# Electrical Advice Needed



## DocK16 (Mar 18, 2007)

I need to run an outlet so I can move my planer to the other side of the shop. It is a 5 hp motor, tag on the motor says it draws 240 volts at 19 amps. The outlet will be about 35 feet from the breaker box. I have some wire marked 12 AWG , 300 volts. Question is; is this heavy enough to carry the load or am I in danger of burning the motor up or starting a fire?


----------



## crank49 (Apr 7, 2010)

The good news is that by the numbers the 12 ga wire is good for 20 amps. 
The bad news is that a 5 hp motor will pull way more than 19 amps when starting.
You might get by with a special breaker designed for motor loads and 20 amps, but not likely. 
Bottom line, you really need at least a 30 amp breaker and 10-3 awg wire to run a 5 hp motor.
In any case, the breaker must be sized to protect the wire and satisfy the local code requirements.
14 awg = 15 amp
12 awg = 20 amp
10 awg = 30 amp
8 awg = 45 amp
6 awg = 60 amp

I'm assuming your 5 hp motor is an induction motor, probably with capacitor start, and not a built in direct drive, universal type motor.
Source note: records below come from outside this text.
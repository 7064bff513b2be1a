import type { SetupItem } from '@/lib/model/code-book'
import { setups } from './setups'

/** What this chapter opens beyond the set-ups of the first one. */
export const START_SETUPS: SetupItem[] = setups([
  ['starterReached', 'Starter and its cable in reach', 8, ['sidePanelOff'], false],
  ['batteryCharged', 'Battery charged and rested an hour', 300, [], false],
  ['batteryMinusOff', 'Battery minus cable off', 2, ['seatOff'], true],
])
Universal wound motors are way over rated by manufacturers and confuse the whole issue of hp v.s. amps. For example a shop vac with a 6 hp rating that runs on 120 volts and 15 amps. Pure BS.


----------



## TopamaxSurvivor (May 2, 2008)

You need to use at least number 10 as crank49 says. What size breaker are you using? For a dedicated motor circuit, you can over size the breaker is need be for starting. I would doubt if that would be necessary starting a planer. Might be necessary starting a compressor ;-)


----------



## TopamaxSurvivor (May 2, 2008)

BTW, that 300 volt wire is most likely for some kind of low voltage circuit. What else does it say on it? Any lettering like CL2 or CL3? All building wire for line voltage wiring is 600 volt rated.


----------



## Strider_Greybeard (Mar 13, 2008)

Crank49 is right on the money. 
Breakers should be sized for 125% of the load. 19×1.25 = 23.75
A 30 Amp CB with 10 Ga wire.


----------



## ScottN (Jan 24, 2011)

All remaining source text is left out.